SCLaan commented 7 months ago

MWE:

import os
from pathlib import Path

import dfm_tools as dfmt

# Settings
timevect    = {'t_start' : '2021-12-31 12:00:00', # include last time step in year before simulation starts
               't_end'   : '2022-01-02 12:00:00'} # include first time step in year after simulation finishes
coords      = [-76,-59,35,46]
refdate_str = 'MINUTES since 2015-01-01 00:00:00'
datadir     = r'.\data_test' # directory for downloaded files
overwrite   = True # overwrite existing files?

# Download data
os.makedirs(datadir, exist_ok=True)
dfmt.download_CMEMS('zos',
                    longitude_min=coords[0],longitude_max=coords[1],
                    latitude_min=coords[2], latitude_max=coords[3],
                    date_min=timevect['t_start'], date_max=timevect['t_end'],
                    dir_output=datadir, overwrite=overwrite)

# Convert to .bc
conversion_dict  = dfmt.get_conversion_dict()
data_xr_vars = dfmt.open_dataset_extra(dir_pattern=Path(datadir,'{ncvarname}_*.nc'),
                                       quantity='waterlevelbnd', reverse_depth=True,
                                       tstart=timevect['t_start'], tstop=timevect['t_end'],
                                       conversion_dict=conversion_dict,
                                       refdate_str=refdate_str)

Another good example would be to download monthly output and convert this to a period that doesn't start or end on the first of the month.

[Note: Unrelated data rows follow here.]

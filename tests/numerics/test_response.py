"""The worst frequency: closed forms, resonances that a grid would miss, and an oracle that shares no code."""

from __future__ import annotations

import math

import numpy as np
import pytest
from linear_models import linear, pair_of, random_model
from scipy.linalg import eigvals

from linverify.numerics.frequency import respond, respond_within
from linverify.numerics.response import channels, singularities, walk


def _resonance(natural: float, damping: float, gain: float = 1.0):
    A = np.array([[0.0, 1.0], [-(natural**2), -2 * damping * natural]])
    return linear(A, [[0.0], [gain * natural**2]], [[1.0, 0.0]], [[0.0]])


def _plain(model, omega: np.ndarray, i: int, j: int) -> np.ndarray:
    """G by modes: partial fractions, sharing no code with the package."""
    poles, modes = np.linalg.eig(model.A)
    left, right = model.C[i] @ modes, np.linalg.solve(modes, model.B[:, j])
    s = 1j * omega if model.step is None else np.exp(1j * omega * model.step)
    return (left * right / (s[:, None] - poles)).sum(axis=1) + model.D[i, j]


def test_a_gain_error_is_the_same_at_every_frequency():
    (one,) = channels(pair_of(_resonance(2.0, 0.1, 1.03), _resonance(2.0, 0.1)), 0.01, 100.0, 0.0)
    assert one.share == pytest.approx(0.03, rel=1e-9)
    assert one.highest == pytest.approx(0.03, rel=1e-9)
    assert one.error < 1e-10


def test_a_first_order_lag_against_a_gain_is_worst_at_the_upper_end():
    reference = linear(np.zeros((0, 0)), np.zeros((0, 1)), np.zeros((1, 0)), [[1.0]])
    lag = linear([[-5.0]], [[5.0]], [[1.0]], [[0.0]])
    (one,) = channels(pair_of(lag, reference), 0.1, 2.0, 0.0)
    # |1/(1 + jw/5) - 1| = (w/5) / sqrt(1 + (w/5)^2)
    assert (one.frequency, one.share) == (2.0, pytest.approx(0.4 / math.sqrt(1.16), rel=1e-12))


def test_the_worst_of_two_lags_lies_where_calculus_puts_it():
    reference, delivered = linear([[-1.0]], [[1.0]], [[1.0]], [[0.0]]), linear([[-2.0]], [[2.0]], [[1.0]], [[0.0]])
    (one,) = channels(pair_of(delivered, reference), 0.01, 100.0, 1.0)
    # against the peak, 1: |1/(1 + jw/2) - 1/(1 + jw)| = (w/2) / sqrt((1 + w^2/4)(1 + w^2)), largest at w = sqrt 2
    assert one.frequency == pytest.approx(math.sqrt(2.0), rel=1e-6)
    assert one.share == pytest.approx(math.sqrt(1.0001) / 3.0, rel=1e-9)  # the peak is that of the band


@pytest.mark.parametrize("damping", [1e-2, 1e-3, 1e-4, 1e-5, 1e-6])
def test_a_resonance_that_moved_by_its_own_width_is_met(damping: float):
    natural = 7.0
    reference, delivered = _resonance(natural, damping), _resonance(natural * (1 + damping), damping)
    (one,) = channels(pair_of(delivered, reference), 0.01, 1000.0, 0.01)
    near = natural * (1 + damping * np.linspace(-6, 6, 200_001))
    gap = np.abs(_plain(delivered, near, 0, 0) - _plain(reference, near, 0, 0))
    size = np.abs(_plain(reference, near, 0, 0))
    assert one.share == pytest.approx(float((gap / size).max()), rel=2e-6)
    assert one.share > 1.0


def test_a_delivered_resonance_that_the_plant_does_not_have_is_met():
    quiet = linear(np.diag([-1.0, -3.0]), [[1.0], [1.0]], [[1.0, 1.0]], [[0.0]])
    A = np.zeros((4, 4))
    A[:2, :2] = quiet.A
    A[2:, 2:] = [[0.0, 1.0], [-900.0, -2e-5 * 30.0]]
    B, C = np.vstack([quiet.B, [[0.0], [1e-4]]]), np.hstack([quiet.C, [[1.0, 0.0]]])
    (one,) = channels(pair_of(linear(A, B, C, [[0.0]]), quiet), 0.01, 1000.0, 1e-3)
    # 1e-4 / (2 z w^2) at 30 rad/s against |G| near 2 / 30
    assert one.frequency == pytest.approx(30.0, rel=1e-5)
    assert one.share == pytest.approx(1e-4 / (2e-5 * 900.0) / abs(_plain(quiet, np.array([30.0]), 0, 0)[0]), rel=1e-3)


def test_a_notch_is_judged_against_the_floor():
    # zeros at +-j: the plant passes nothing at 1 rad/s, where the delivered model passes 1 %
    A, B = np.array([[0.0, 1.0], [-4.0, -4.0]]), [[0.0], [1.0]]
    plant, delivered = linear(A, B, [[1.0 - 4.0, -4.0]], [[1.0]]), linear(A, B, [[1.0 - 4.0, -4.0]], [[1.01]])
    (bare,) = channels(pair_of(delivered, plant), 0.1, 10.0, 0.0)
    assert bare.share > 1e6
    (one,) = channels(pair_of(delivered, plant), 0.1, 10.0, 0.05)
    assert one.share == pytest.approx(0.01 / (0.05 * one.peak), rel=1e-6)
    assert one.peak == pytest.approx(99.0 / 104.0, rel=1e-6)


def test_discrete_models_are_compared_on_the_unit_circle_up_to_nyquist():
    reference = linear([[0.5]], [[0.5]], [[1.0]], [[0.0]], step=0.1)
    delivered = linear([[0.6]], [[0.4]], [[1.0]], [[0.0]], step=0.1)
    nyquist = math.pi / 0.1
    (one,) = channels(pair_of(delivered, reference), 0.1, nyquist, 0.0)
    omega = np.linspace(0.1, nyquist, 100_001)
    gap = np.abs(_plain(delivered, omega, 0, 0) - _plain(reference, omega, 0, 0)) / np.abs(
        _plain(reference, omega, 0, 0)
    )
    assert one.share == pytest.approx(float(gap.max()), rel=1e-8)
    with pytest.raises(ValueError, match="sample time"):
        channels(pair_of(linear([[0.6]], [[0.4]], [[1.0]], [[0.0]], step=0.2), reference), 0.1, 10.0, 0.0)


@pytest.mark.parametrize("seed", range(24))
def test_no_grid_and_no_level_set_finds_a_worse_frequency(seed: int):
    generator = np.random.default_rng(seed)
    n, m, k = (int(generator.integers(1, high)) for high in (9, 4, 4))
    reference = random_model(generator, n, m, k, damping=1e-5)
    delivered = random_model(np.random.default_rng(seed), n, m, k, damping=1e-5, change=1e-3)
    found = {(one.output, one.input): one for one in channels(pair_of(delivered, reference), 0.01, 100.0, 0.01)}
    poles = np.concatenate([np.linalg.eigvals(reference.A), np.linalg.eigvals(delivered.A)])
    near = [abs(p.imag) + abs(p.real) * np.linspace(-4, 4, 81) for p in poles]
    omega = np.unique(np.clip(np.concatenate([np.geomspace(0.01, 100.0, 4000), *near]), 0.01, 100.0))
    for i in range(k):
        for j in range(m):
            one = found[f"y{i}", f"u{j}"]
            size = np.abs(_plain(reference, omega, i, j))
            gap = np.abs(_plain(delivered, omega, i, j) - _plain(reference, omega, i, j))
            assert one.peak >= size.max() * (1 - 1e-7)
            assert one.share >= (gap / np.maximum(size, 0.01 * one.peak)).max() * (1 - 1e-5)
            assert not _crossings(delivered, reference, i, j, 1.001 * one.share, 0.01 * one.peak)


def _crossings(delivered, reference, i: int, j: int, level: float, least: float) -> list[float]:
    """Frequencies in the band where |difference| exceeds level x both |reference| and `least`, by level sets.

    Zeros of D(-s) D(s) - level^2 R(-s) R(s) on the imaginary axis, by eigenvalues of a pencil; every eigenvalue and
    every middle between neighbours is tried by evaluation, whatever its real part.
    """
    n = len(reference.A) + len(delivered.A)
    zero = np.zeros((len(reference.A), len(delivered.A)))
    A = np.block([[reference.A, zero], [zero.T, delivered.A]])
    B = np.concatenate([reference.B[:, j], delivered.B[:, j]])[:, None]
    R = np.concatenate([reference.C[i], 0 * delivered.C[i]])[None]
    D = np.concatenate([-reference.C[i], delivered.C[i]])[None]
    dD, dR = delivered.D[i, j] - reference.D[i, j], reference.D[i, j]
    Q = D.T @ D - level**2 * R.T @ R
    S = D.T * dD - level**2 * R.T * dR
    whole = np.block(
        [
            [A, np.zeros((n, n)), B],
            [-Q, -A.T, -S],
            [S.T, B.T, np.array([[dD**2 - level**2 * dR**2]])],
        ]
    )
    found = eigvals(whole, np.diag(np.r_[np.ones(2 * n), 0.0]))
    found = np.abs(found[np.isfinite(found)].imag)
    tried = np.unique(found[(found > 0.01) & (found < 100.0)])
    tried = np.concatenate([tried, 0.5 * (tried[1:] + tried[:-1])])
    size = np.maximum(np.abs(_plain(reference, tried, i, j)), least)
    gap = np.abs(_plain(delivered, tried, i, j) - _plain(reference, tried, i, j))
    return [float(omega) for omega in tried[gap > level * size]]


def test_the_error_bound_holds_for_entries_moved_within_their_errors():
    generator = np.random.default_rng(3)
    for _ in range(20):
        model = random_model(generator, 5, 2, 2, damping=1e-3)
        errors = {name: 1e-7 * np.abs(getattr(model, name)) for name in "ABCD"}
        omega = np.geomspace(0.01, 100.0, 60)
        response, bound = respond_within(model, errors, omega)
        moved = linear(
            *(getattr(model, name) + errors[name] * generator.choice([-1, 1], errors[name].shape) for name in "ABCD")
        )
        assert (np.abs(respond(moved, omega) - response) <= bound).all()
        assert (bound < 0.5 * np.abs(response).max()).mean() > 0.9


def test_an_undamped_pole_in_the_band_leaves_the_response_open():
    plant = _resonance(2.0, 0.0)
    (one,) = channels(pair_of(_resonance(2.0, 0.0), plant), 0.1, 10.0, 0.01)
    assert math.isinf(one.highest)
    assert one.lowest <= 1e-6


def test_an_undamped_pole_of_the_delivered_model_alone_is_a_difference_without_bound():
    (one,) = channels(pair_of(_resonance(2.0, 0.0), _resonance(2.0, 0.3)), 0.1, 10.0, 0.01)
    assert one.lowest > 1e3
    assert math.isfinite(one.peak)


def test_units_of_states_do_not_matter():
    generator = np.random.default_rng(8)
    reference, delivered = (random_model(np.random.default_rng(5), 6, 2, 2, damping=1e-4, change=c) for c in (0, 1e-3))
    T = 10.0 ** generator.uniform(-8, 8, 6)
    turned = [linear(m.A * T / T[:, None], m.B / T[:, None], m.C * T, m.D) for m in (delivered, reference)]
    for one, other in zip(
        channels(pair_of(delivered, reference), 0.01, 100.0, 0.01),
        channels(pair_of(*turned), 0.01, 100.0, 0.01),
        strict=True,
    ):
        assert other.share == pytest.approx(one.share, rel=1e-6)


def test_a_walk_is_short_where_nothing_happens_and_dense_where_something_does():
    pair = pair_of(_resonance(2.0, 1e-6), _resonance(2.0, 1e-6))
    omega = walk(singularities(pair), 0.001, 1000.0)
    assert len(omega) < 1500
    assert np.abs(omega - 2.0).min() < 2e-6
    assert (np.diff(omega) > 0).all()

For example when downloading and converting monthly-mean NO3 (freq='M') from dataset_id='global-analysis-forecast-bio-001-028-monthly':

import os
from pathlib import Path

import dfm_tools as dfmt

# Settings
timevect    = {'t_start' : '2021-12-31 12:00:00', # include last time step in year before simulation starts
               't_end'   : '2022-01-02 12:00:00'} # include first time step in year after simulation finishes
coords      = [-76,-59,35,46]
refdate_str = 'MINUTES since 2015-01-01 00:00:00'
datadir     = r'.\data_test' # directory for downloaded files
overwrite   = True # overwrite existing files?

# Download data
os.makedirs(datadir, exist_ok=True)
dfmt.download_CMEMS('no3',
                    longitude_min=coords[0],longitude_max=coords[1],
                    latitude_min=coords[2], latitude_max=coords[3],
                    date_min=timevect['t_start'], date_max=timevect['t_end'],
                    freq='M', dataset_id='global-analysis-forecast-bio-001-028-monthly',
                    dir_output=datadir, overwrite=overwrite)

# Convert to .bc
conversion_dict  = dfmt.get_conversion_dict()
data_xr_vars = dfmt.open_dataset_extra(dir_pattern=Path(datadir,'{ncvarname}_*.nc'),
                                       quantity='tracerbndNO3', reverse_depth=True,
                                       tstart=timevect['t_start'], tstop=timevect['t_end'],
                                       conversion_dict=conversion_dict,
                                       refdate_str=refdate_str)
veenstrajelmer commented 6 months ago

This also happens in tests/examples/preprocess_interpolate_nc_to_bc.py now (https://github.com/Deltares/dfm_tools/issues/802), which was not the case before: "OutOfRangeError: requested tstop 2012-04-01 12:00:00 outside of available range 2012-01-16 12:00:00 to 2012-03-16 12:00:00."

import os
import dfm_tools as dfmt
import xarray as xr
file_pli = r'p:\archivedprojects\11208054-004-dcsm-fm\models\model_input\bnd_cond\pli\DCSM-FM_OB_all_20181108.pli'
tstart = '2012-01-16 12:00'
tstop = '2012-04-16 12:00'
dir_sourcefiles_waq = r'p:\archivedprojects\11206304-futuremares-rawdata-preps\python_scripts\ocean_boundaryCMEMS\data_monthly'
dir_pattern = os.path.join(dir_sourcefiles_waq,'cmems_mod_glo_bgc_my_0.25_P1M-m_{ncvarname}_*.nc') 
ds = xr.open_mfdataset(dir_pattern.format(ncvarname="no3"))
print(ds.time)
data_xr_vars = dfmt.open_dataset_extra(dir_pattern=dir_pattern, 
                                       quantity='tracerbndNO3',
                                       tstart=tstart, tstop=tstop)`

But this is actually since the source data is monthly and mixed noon/midnight times.